Question

High coverage bacterial genome reads causing spurious assemblies

1

Entering edit mode

9.3 years ago

b2060780 ▴ 10

Hi,

I'm using SPAdes to assemble bacterial genome sequenced on illumina platforms.

I have a few files that I'm struggling to assemble due to the incredibly large coverage of my raw reads. Anything over 250x seems to cause spurious assemblies, with the final fasta being three times the expected size.

At first I thought it could be contamination, but annotation shows only target species genes present. I've heard SPAdes can struggle with particularly high coverage files - so what can I do to get them assembled? One file is ~500x coverage...

Thanks,

Assembly illumina spades • 4.4k views

ADD COMMENT • link updated 9.2 years ago by Rohit ★ 1.5k • written 9.3 years ago by b2060780 ▴ 10

score 5 · Answer 1 · 2016-04-11

Usually de-brujin assemblers work best around 60-80x coverage (probably even 100x), then the problem of spurious contigs appears. As suggested by others, do a normalisation step. bbnorm of bbmap is a really good normalisation tool that can get rid of low coverage regions and normalise highly covered regions to the expected coverage. Also, it has a nicely built-in pre-filtering step for sensitivity and a kmer value you can choose if required. It can be used it as follows -

bbnorm.sh in=input.fastq out=output.fastq target=80 mindepth=10 -Xmx200g threads=28 prefilter=t

score 2 · Answer 2 · 2016-03-17

2

Entering edit mode

9.3 years ago

Brian Bushnell 20k

It's also possible that you have contamination, which will bloat the assembly. Spades may generate a somewhat inferior assembly due to high coverage, but 3x the expected size due to 500x coverage would be extremely unusual in my experience - 5% too big would be more what I'd expect. It is designed to deal with super-high coverage, after all (though I still find normalization often improves its output). So, please BLAST your assembled contigs against a large database to make sure you are hitting what you expect. You can also analyze the kmer-frequency distribution, or do a contig-length versus coverage plot, or a coverage versus GC% plot, or just a GC% plot, to spot probable contamination.

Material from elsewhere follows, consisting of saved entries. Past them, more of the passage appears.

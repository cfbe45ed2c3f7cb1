"""Distributions, draws of harmonics, intervals, shares and reliance."""

from __future__ import annotations

import numpy as np
import pytest
from scipy import optimize, stats

from pulsekit.appraisal import Check, Checks, Finding, Findings, Input, draw_harmonics, draw_inputs, interval, interval_error, shares
from pulsekit.appraisal.distributions import draw, is_positive, stream, wide_remarks
from pulsekit.appraisal.harmonic_draws import covariance_root, lift_of_noise, mirrored_draws, multivariate_t, principal_steps
from pulsekit.appraisal.intervals import one_digit_fixed
from pulsekit.appraisal.reliance import TUBE_RELIANCE, depends_on, with_reliance
from pulsekit.errors import InputError, UnitError
from pulsekit.quantities import Given, parse_given
from pulsekit.trace import Harmonics

MANY = 200_000


def cloud(text, dimension="length", *, positive=True, samples=MANY):
    return draw(parse_given(text, dimension), stream(3, text), samples, positive=positive)


@pytest.mark.parametrize("relative", [0.01, 0.05, 0.3, 1.5])
def test_positive_quantities_are_log_normal_with_the_stated_mean_and_deviation(relative):
    given = Given(value=3e-3, standard_uncertainty=3e-3 * relative, dimension="length", stated=True)
    drawn = draw(given, stream(1, "x"), MANY)
    assert drawn.min() > 0
    spread = np.sqrt(np.log1p(relative**2))
    # Kolmogorov-Smirnov against the law itself: 1.95/sqrt(S) is passed once in a thousand; the seed is fixed.
    law = stats.lognorm(s=spread, scale=3e-3 * np.exp(-(spread**2) / 2))
    assert law.mean() == pytest.approx(3e-3)
    assert law.std() == pytest.approx(3e-3 * relative)
    assert stats.kstest(drawn, law.cdf).statistic < 1.95 / np.sqrt(MANY)


def test_limits_are_rectangular_for_a_positive_quantity_too():
    drawn = cloud("3.0 mm ± 0.3 mm (limits)")
    assert stats.kstest(drawn, stats.uniform(2.7e-3, 0.6e-3).cdf).statistic < 1.95 / np.sqrt(MANY)


def test_limits_below_zero_become_log_normal_and_are_remarked():
    given = parse_given("3 mm ± 4 mm (limits)", "length")
    drawn = draw(given, stream(1, "x"), MANY)
    assert drawn.min() > 0
    # A log-normal's sample mean at 77 % relative deviation: standard error 0.2 %.
    assert drawn.mean() == pytest.approx(3e-3, rel=0.01)
    assert "reach below zero" in wide_remarks({"tube.radius": Input(given, True)})[0]


def test_an_uncertainty_larger_than_its_value_is_remarked_and_stays_positive():
    given = parse_given("2 mm ± 3 mm", "length")
    assert draw(given, stream(1, "x"), MANY).min() > 0
    assert "larger than the value" in wide_remarks({"tube.radius": Input(given, True)})[0]


def test_coverage_factors_and_levels_are_taken_back_to_a_standard_uncertainty():
    assert cloud("3 mm ± 0.2 mm (k=2)").std() == pytest.approx(0.1e-3, rel=0.01)
    assert cloud("3 mm ± 0.196 mm (95 %)").std() == pytest.approx(0.1e-3, rel=0.01)


def test_signed_quantities_are_normal():
    drawn = cloud("0 mm ± 2 mm", positive=False)
    assert stats.kstest(drawn, stats.norm(0, 2e-3).cdf).statistic < 1.95 / np.sqrt(MANY)


def test_zero_uncertainty_is_exact():
    assert np.ptp(cloud("3 mm ± 0 mm", samples=100)) == 0


def test_a_positive_quantity_of_zero_cannot_be_drawn():
    with pytest.raises(InputError, match="above 0"):
        draw(Given(value=0.0, standard_uncertainty=1.0, text="0 ± 1"), stream(1, "x"), 10)


def test_bad_uncertainties_are_refused_where_they_are_written():
    with pytest.raises(InputError, match="negative"):
        parse_given("3 mm ± -0.1 mm", "length")
    with pytest.raises(UnitError):
        parse_given("3 mm ± 0.1 s", "length")


@pytest.mark.parametrize(
    ("key", "text", "dimension", "expected"),
    [
        ("tube.radius", "3 mm", "length", True), ("station.0.position", "0 mm", "length", False), ("station.0.height", "10 mm", "length", False),
        ("recording.delay", "4 ms", "time", False), ("recording.offset_uncertainty", "1 kPa", "pressure", False),
        ("recording.mean_flow", "300 mL/min", "flow_rate", False), ("fluid.viscosity", "3.5 mPa*s", "viscosity", True),
    ],
)  # fmt: skip
def test_which_givens_stay_positive(key, text, dimension, expected):
    assert is_positive(parse_given(text, dimension), key) is expected


def test_each_input_has_a_stream_of_its_own_and_an_identity_shares_it():
    radius = Input(parse_given("3 mm ± 5 %", "length"))
    other = Input(parse_given("4 mm ± 5 %", "length"), True, "scanner")
    one = draw_inputs({"tube.radius": radius}, 50, 7)
    two = draw_inputs({"fluid.viscosity": other, "tube.radius": radius, "b": other}, 50, 7)
    np.testing.assert_array_equal(one["tube.radius"], two["tube.radius"])
    np.testing.assert_array_equal(two["fluid.viscosity"], two["b"])
    assert abs(np.corrcoef(two["b"], two["tube.radius"])[0, 1]) < 0.5


def some_harmonics(freedom=9.0, singular=False):
    root = np.random.default_rng(2).standard_normal((5, 2 if singular else 5)) * 0.1
    return Harmonics(frequency=1.0, coefficients=[1.0, 2 - 1j, 0.5j], covariance=root @ root.T, degrees_of_freedom=freedom)


@pytest.mark.parametrize("singular", [False, True])
def test_draws_of_harmonics_have_their_covariance(singular):
    series = some_harmonics(np.inf, singular)
    drawn = draw_harmonics(series, MANY, np.random.default_rng(1))
    vectors = np.column_stack([drawn[:, 0].real, drawn[:, 1].real, drawn[:, 1].imag, drawn[:, 2].real, drawn[:, 2].imag])
    assert not drawn[:, 0].imag.any()
    # An entry's standard error is at most sqrt(2/S) of the largest variance.
    np.testing.assert_allclose(np.cov(vectors.T), series.covariance, atol=5 * np.sqrt(2 / MANY) * np.diag(series.covariance).max())
    np.testing.assert_allclose(vectors.mean(axis=0), [1, 2, -1, 0, 0.5], atol=5 * 0.3 / np.sqrt(MANY))


def test_draws_are_students_t_in_every_direction():
    series = some_harmonics(4.0)
    drawn = draw_harmonics(series, MANY, np.random.default_rng(1))
    direction = (drawn[:, 1].real - 2) / np.sqrt(series.covariance[1, 1])
    assert stats.kstest(direction, stats.t(4).cdf).statistic < 1.95 / np.sqrt(MANY)
    # One chi squared for all coefficients of a sample: their sizes are large together.
    other = (drawn[:, 2].imag - 0.5) / np.sqrt(series.covariance[4, 4])
    assert np.corrcoef(direction**2 > 4, other**2 > 4)[0, 1] > 0.05


def test_without_a_covariance_all_draws_are_the_estimate():
    drawn = draw_harmonics(Harmonics(frequency=1.0, coefficients=[1.0, 1j]), 10, np.random.default_rng(1))
    assert np.all(drawn == np.array([1.0, 1j]))
    assert principal_steps(Harmonics(frequency=1.0, coefficients=[1.0])).shape == (0, 1)


def test_the_root_of_a_singular_covariance():
    spread = np.array([[4.0, 2.0, 0.0], [2.0, 1.0, 0.0], [0.0, 0.0, 0.0]])
    root = covariance_root(spread)
    assert root.shape[1] == 1
    np.testing.assert_allclose(root @ root.T, spread, atol=1e-12)
    assert not multivariate_t(np.zeros((2, 2)), None, 5, np.random.default_rng(1)).any()


def test_interval_of_known_samples():
    low, high = interval(np.random.default_rng(1).standard_normal(MANY))
    # Standard numerical error of a 2.5 % point: sqrt(p(1-p)/S)/density = 0.006 at S = 200,000.
    assert low == pytest.approx(-1.96, abs=0.025)
    assert high == pytest.approx(1.96, abs=0.025)


def test_an_interval_is_open_where_samples_are_infinite():
    samples = np.concatenate([np.linspace(0, 1, 90), np.full(10, np.inf)])
    low, high = interval(samples)
    assert high is None
    assert low == pytest.approx(0.02, abs=0.02)
    assert interval(np.array([1.0, np.nan])) == (None, None)


def test_the_numerical_error_of_the_ends_is_what_repetition_shows():
    rng = np.random.default_rng(1)
    runs = rng.standard_normal((400, 10_000))
    shown = np.quantile(runs, (0.025, 0.975), axis=1).std(axis=1)
    stated = np.mean([interval_error(run) for run in runs[:50]], axis=0)
    # 400 repetitions fix a deviation to 3.5 %; the order statistics are one estimate of a density each.
    np.testing.assert_allclose(stated, shown, rtol=0.15)


def test_ten_thousand_samples_fix_one_digit_and_not_two():
    samples = np.random.default_rng(1).standard_normal(10_000) * 0.3
    assert one_digit_fixed(samples)
    assert not one_digit_fixed(samples[:200])
    # Two digits: the tolerance is ten times finer than 0.05.
    assert 2 * max(interval_error(samples)) > 0.005


def test_shares_of_a_function_known_in_closed_form():
    # Ishigami's function; first-order indices 0.3139, 0.4424, 0 for a = 7, b = 0.1 (closed form, Saltelli et al. 2008).
    rng = np.random.default_rng(1)
    x = rng.uniform(-np.pi, np.pi, (3, 4000))
    value = np.sin(x[0]) + 7 * np.sin(x[1]) ** 2 + 0.1 * x[2] ** 4 * np.sin(x[0])
    share = shares({"y": value}, {"a": x[0], "b": x[1], "c": x[2]})["y"]
    assert share["a"] == pytest.approx(0.3139, abs=0.03)
    assert share["c"] < 0.01
    # sin^2 over three half waves is no cubic: what the definition cannot see stands in the rest, and is never given to another.
    assert share["interactions"] > 0.6
    # Where the effect is a cubic it is exact.
    share = shares({"y": x[0] ** 3 + x[1]}, {"a": x[0], "b": x[1]})["y"]
    cubic, linear = np.pi**6 / 7, np.pi**2 / 3
    assert share["a"] == pytest.approx(cubic / (cubic + linear), abs=0.01)


def test_interactions_are_a_rest():
    rng = np.random.default_rng(1)
    a, b = rng.standard_normal((2, 4000))
    share = shares({"y": a * b}, {"a": a, "b": b})["y"]
    assert share["interactions"] > 0.95


def test_the_recording_is_one_entry():
    rng = np.random.default_rng(1)
    many = rng.standard_normal((4000, 41))
    other = rng.standard_normal(4000)
    share = shares({"y": many @ np.ones(41) + np.sqrt(41) * other}, {"recording": many, "radius": other})["y"]
    assert share["recording"] == pytest.approx(0.5, abs=0.04)
    assert share["radius"] == pytest.approx(0.5, abs=0.04)


def test_shares_of_an_exact_finding_are_empty():
    assert shares({"y": np.ones(100)}, {"a": np.arange(100.0)}) == {"y": {}}


VERDICTS = {"holds": "usable", "doubtful": "indicative", "unknown": "indicative", "fails": "not usable"}


@pytest.mark.parametrize(("verdict", "reliance"), VERDICTS.items())
def test_the_worst_check_decides(verdict, reliance):
    rows = Findings(
        [
            Finding(name="a", label="A", value=1.0, unit="Pa", low=0.5, high=2.0),
            Finding(name="b", label="B", value=1.0, unit="Pa", low=0.5, high=2.0),
        ]
    )
    verdicts = Checks([
        Check(name="first", label="First", verdict="holds", because=""), Check(name="second", label="Second", verdict=verdict, because=""),
    ])  # fmt: skip
    found = with_reliance(rows, verdicts, {"a": ("first", "second"), "b": ("first",)})
    assert found["a"].reliance == reliance
    assert found["b"].reliance == "usable"
    assert (found["a"].low is None) == (reliance == "not usable")
    assert ("Second" in found["a"].because) == (verdict != "holds")


def test_a_finding_that_does_not_exist_keeps_its_sentence():
    row = Finding(name="a", label="A", value=None, unit="Pa", reliance="not usable", because="There is no mean.")
    verdicts = Checks([Check(name="c", label="C", verdict="holds", because="")])
    assert with_reliance(Findings([row]), verdicts, {"a": ("c",)})["a"].because == "There is no mean."


def test_every_finding_of_a_tube_has_its_row_in_the_table():
    from pulsekit.tube.findings import TUBE_FINDINGS

    assert set(TUBE_FINDINGS) == set(TUBE_RELIANCE)


def test_a_flow_that_was_not_measured_rests_on_the_model():
    assert "laminar_mean" not in depends_on("mean_flow_rate", "flow_rate")
    assert "laminar_mean" in depends_on("mean_flow_rate", "centreline_velocity")
    assert "newtonian" in depends_on("peak_wall_shear_stress")


def test_the_lift_of_noise_by_mirrored_draws():
    series = Harmonics(frequency=1.0, coefficients=[0.2, 3.0], covariance=np.diag([0.25, 0.01, 0.01]))
    draws = mirrored_draws(series, 2000, np.random.default_rng(3))
    assert draws.shape == (4000, 2)
    # Linear in the coefficients: no lift at all, where plain draws would leave an error of 1.25 x 0.5/sqrt(2000) = 0.014.
    assert lift_of_noise(draws[:, 0].real, 0.2) == 0.0
    # Folded normal |0.2 + 0.5 z|: its median m solves Phi((m - 0.2)/0.5) - Phi((-m - 0.2)/0.5) = 1/2, m = 0.365 (computed with scipy).
    median = optimize.brentq(lambda m: stats.norm.cdf((m - 0.2) / 0.5) - stats.norm.cdf((-m - 0.2) / 0.5) - 0.5, 0.0, 2.0)
    # 2,000 pairs know a median to about 1.25 x 0.3/sqrt(2000) = 0.008; three of these.
    assert lift_of_noise(np.abs(draws[:, 0].real), 0.2) == pytest.approx(median - 0.2, abs=0.025)
    assert lift_of_noise(np.array([1.0, np.inf]), 1.0) == 0.0
    assert mirrored_draws(Harmonics(frequency=1.0, coefficients=[1.0]), 10, np.random.default_rng(3)).size == 0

ADD COMMENT • link 9.3 years ago by Brian Bushnell 20k

0

Entering edit mode

Brian, would you know whether anyone has evaluated whether bbnorm/khmer or other normalization techniques cause mis-assemblies? Titus Brown mentioned a few years ago that khmer may not be the best for highly repetitive genomes (e.g. plant, but some bacteria fall into this category), and I can see that reduction of repetitive sequences would removing formerly ambiguous points in the assembly and potentially lead to mis-joins.

ADD REPLY • link 7.4 years ago by Chris Fields ★ 2.2k

score 0 · Answer 3 · 2016-03-16

You can either subsample (e.g. seqtk sample command) or normalize your reads (using digital normalization) and pick whichever will yield better assemblies for you. If you search biostars, there have been many similar questions to yours already answered (I just tried "high coverage assembly" as keywords and found some very nice posts about the topic).

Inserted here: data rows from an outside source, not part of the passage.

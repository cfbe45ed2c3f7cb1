"""The command line: exit codes, one sentence on bad input, help that a newcomer understands, drafts that lead to an answer."""

from __future__ import annotations

import subprocess
import sys

import nbformat
import numpy as np
import pytest

import pulsekit as pk
from pulsekit.case.draft import YOURS
from pulsekit.cli import main

TIME = np.arange(0, 6, 0.01)
CASE = """\
kind = "wall shear"
title = "Loop 7"
[recording]
file = "run.csv"
signal = "flow"
quantity = "flow_rate"
[tube]
radius = "3.1 mm ± 0.1 mm"
[fluid]
kind = "blood"
haematocrit = "0.45 ± 0.02"
temperature = "37 degC"
[uncertainty]
samples = 500
"""


@pytest.fixture
def folder(tmp_path):
    values = 300 + 250 * np.cos(2 * np.pi * 1.25 * TIME) + 80 * np.cos(4 * np.pi * 1.25 * TIME)
    rows = "\n".join(f"{a:.2f},{b:.4f}" for a, b in zip(TIME, values, strict=True))
    (tmp_path / "run.csv").write_text("time (s),flow (mL/min)\n" + rows + "\n")
    (tmp_path / "case.toml").write_text(CASE, encoding="utf-8")
    return tmp_path


def called(capsys, *words):
    code = main([str(word) for word in words])
    out = capsys.readouterr()
    return code, out.out, out.err


def test_run_writes_the_answer_and_prints_it(folder, capsys):
    code, out, err = called(capsys, "run", folder / "case.toml", "--out", folder / "answer")
    assert (code, err) == (0, "")
    assert (folder / "answer" / "report.html").exists()
    for word in ("Loop 7", "Time-averaged wall shear stress", "mL/min", "Reliance", "Verdict", "not for diagnosis"):
        assert word in out


BAD = [
    ('radius = "3.1 mm ± 0.1 mm"', 'radius = "-3 mm"', "above 0"),
    ('radius = "3.1 mm ± 0.1 mm"', 'raduis = "3 mm"', "did you mean 'radius'"),
    ('radius = "3.1 mm ± 0.1 mm"', "", "tube.radius"),
    ('signal = "flow"', 'signal = "flux"', "flow"),
    ('file = "run.csv"', 'file = "gone.csv"', "gone.csv"),
    ('haematocrit = "0.45 ± 0.02"', "haematocrit = 45", "per cent or fraction"),
    ("[tube]", '[cycles]\nperiod = "100 s"\n[tube]', "100"),
    ('kind = "wall shear"', "kind = wall shear", "TOML"),
]


@pytest.mark.parametrize(("old", "new", "word"), BAD, ids=[new or "left out" for _, new, _ in BAD])
def test_bad_input_is_one_sentence_and_leaves_nothing(folder, capsys, old, new, word):
    (folder / "case.toml").write_text(CASE.replace(old, new), encoding="utf-8")
    before = sorted(folder.iterdir())
    code, out, err = called(capsys, "run", folder / "case.toml", "--out", folder / "answer")
    assert code == 2
    assert out == ""
    assert len(err.strip().splitlines()) == 1
    assert word in err
    assert "Traceback" not in err
    assert sorted(folder.iterdir()) == before


def test_a_missing_case(folder, capsys):
    code, _, err = called(capsys, "run", folder / "gone.toml", "--out", folder / "answer")
    assert code == 2
    assert "gone.toml" in err


def test_no_traceback_in_a_real_process(folder):
    done = subprocess.run(
        [sys.executable, "-m", "pulsekit.cli", "run", "gone.toml", "--out", "answer"], cwd=folder, capture_output=True, text=True, check=False, timeout=60
    )
    assert done.returncode == 2
    assert "Traceback" not in done.stderr
    assert not (folder / "answer").exists()


def test_a_console_of_plain_ascii(folder):
    import os

    done = subprocess.run(
        [sys.executable, "-m", "pulsekit.cli", "run", "case.toml", "--out", "answer", "--no-pictures"], cwd=folder, capture_output=True, check=False,
        timeout=120, env=os.environ | {"PYTHONIOENCODING": "ascii"},
    )  # fmt: skip
    assert done.returncode == 0, done.stderr
    assert b"Time-averaged wall shear stress" in done.stdout


@pytest.mark.parametrize("verb", [(), ("draft",), ("run",), ("open",), ("study",)])
def test_help(capsys, verb):
    code, out, _ = called(capsys, *verb, "--help")
    assert code == 0
    assert "Usage: pulsekit" in out


def test_help_names_the_four_verbs_and_the_way(capsys):
    _, out, _ = called(capsys, "--help")
    for word in ("draft", "run", "open", "study", "report.html"):
        assert word in out


def test_wrong_use_is_code_2(capsys):
    assert called(capsys, "fly")[0] == 2
    assert called(capsys, "run", "case.toml")[0] == 2


def test_a_draft_leads_to_an_answer(folder, capsys):
    code, out, _ = called(capsys, "draft", folder / "run.csv")
    assert code == 0
    drafted = folder / "run.toml"
    assert YOURS in out
    text = drafted.read_text(encoding="utf-8")
    assert 'signal = "flow"' in text
    assert 'quantity = "flow_rate"' in text
    # Unfilled it is refused by what is missing, not with a guess.
    code, _, err = called(capsys, "run", drafted, "--out", folder / "answer")
    assert code == 2
    assert "tube.radius" in err
    lines = [line.removeprefix("# ") if line.startswith(("# radius", "# kind", "# haematocrit", "# temperature")) else line for line in text.splitlines()]
    drafted.write_text("\n".join(lines), encoding="utf-8")
    code, _, err = called(capsys, "run", drafted, "--out", folder / "answer", "--no-pictures")
    assert (code, err) == (0, "")


def test_a_draft_never_overwrites(folder, capsys):
    (folder / "run.toml").write_text("mine")
    code, _, err = called(capsys, "draft", folder / "run.csv")
    assert code == 2
    assert "exists" in err
    assert (folder / "run.toml").read_text() == "mine"


def test_a_draft_into_another_folder_finds_the_recording(folder, capsys):
    (folder / "cases").mkdir()
    assert called(capsys, "draft", folder / "run.csv", "--to", folder / "cases" / "a.toml")[0] == 0
    case = pk.load_case(folder / "cases" / "a.toml")
    assert case.file_path("recording.file").resolve() == (folder / "run.csv").resolve()


def test_a_draft_of_pressures_in_bar_is_a_pump_line(folder, capsys):
    rows = "\n".join(f"{a:.2f},{180 + np.cos(40 * a):.4f}" for a in TIME)
    (folder / "p.csv").write_text("time (s),p1 (bar)\n" + rows + "\n")
    assert called(capsys, "draft", folder / "p.csv")[0] == 0
    assert pk.load_case(folder / "p.toml").kind == "pump line"


def test_a_column_name_is_only_text_in_a_draft(folder, capsys):
    rows = "\n".join(f"{a:.2f},{300 + np.cos(9 * a):.4f}" for a in TIME)
    (folder / "odd.csv").write_text('time (s),"a""b\\c (mL/min)"\n' + rows + "\n")
    assert called(capsys, "draft", folder / "odd.csv")[0] == 0
    case = pk.load_case(folder / "odd.toml")
    assert case.get("recording.signal") in pk.read_recording(folder / "odd.csv").columns


def test_open_prepares_a_notebook(folder, capsys):
    code, out, _ = called(capsys, "open", "wall-shear", folder / "case.toml", "--no-start")
    assert code == 0
    book = nbformat.read(folder / "case-workbench.ipynb", as_version=4)
    assert "WallShearWorkbench" in book.cells[-1].source
    assert "case.toml" in book.cells[-1].source
    assert "case-workbench.ipynb" in out


def test_open_says_which_kind_a_case_is(folder, capsys):
    code, _, err = called(capsys, "open", "pump-line", folder / "case.toml", "--no-start")
    assert code == 2
    assert "wall-shear" in err


def test_open_names_the_extra(folder, capsys, monkeypatch):
    import importlib.util

    real = importlib.util.find_spec
    monkeypatch.setattr(importlib.util, "find_spec", lambda name, *more: None if name == "anywidget" else real(name, *more))
    code, _, err = called(capsys, "open", "wall-shear", folder / "case.toml", "--no-start")
    assert code == 2
    assert "pip install 'pulsekit[workbench]'" in err


def test_study_keeps_going(folder, capsys):
    (folder / "runs").mkdir()
    for name in ("a", "b"):
        (folder / "runs" / f"{name}.csv").write_text((folder / "run.csv").read_text())
    (folder / "runs" / "c.csv").write_text("nothing useful\n")
    code, out, _ = called(capsys, "study", folder / "case.toml", "--recordings", folder / "runs" / "*.csv", "--out", folder / "all", "--no-pictures")
    assert code == 0
    assert "2 answered, 1 failed" in out
    assert "c.csv" in out
    assert (folder / "all" / "findings.csv").exists()


def test_a_draft_asks_for_the_block_and_takes_it(demo, tmp_path, capsys):
    code, _, err = called(capsys, "draft", demo / "gated" / "cycle.csv", "--to", tmp_path / "a.toml")
    assert code == 2
    assert "Artery" in err
    code, _, err = called(capsys, "draft", demo / "gated" / "cycle.csv", "--block", "Artery", "--to", tmp_path / "a.toml")
    assert (code, err) == (0, "")
    case = pk.load_case(tmp_path / "a.toml")
    assert case.get("recording.block") == "Artery"
    assert case.get("recording.area") == "Area"
    assert case.get("recording.deviation") == "Velocity deviation"


def test_a_draft_of_two_pressures_along_a_line(demo, tmp_path, capsys):
    assert called(capsys, "draft", demo / "wash_down" / "ramp.csv", "--to", tmp_path / "a.toml")[0] == 0
    case = pk.load_case(tmp_path / "a.toml")
    assert case.kind == "pump line"
    assert [station["column"] for station in case.get("station")] == ["p1", "p2"]
    assert case.get("recording.trigger") == "trigger"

There is no need to use extremely high coverage data _just_ because that's what you have.

score 0 · Answer 4 · 2016-04-05

If your genome contains repeated sequences (CRISPRs, ISs...) you obtain contigs with an excess of coverage. You can estimate the number of copies by comparison with the median sequencing coverage of your larger contigs.

SPAdes produce a a graph file *.fastg*. You can open it with Bandage to show lins between your contigs.

score 0 · Answer 5 · 2016-04-11

You can try digital normalization to remove excess coverage. You can use programs like Khmer see this (http://khmer.readthedocs.org/en/v1.1/guide.html). You can also try Platanus assembler. The manual says it works best with >80x coverage. But they also say it needs mate-pair data for better assembly. You can try if it helps for your data.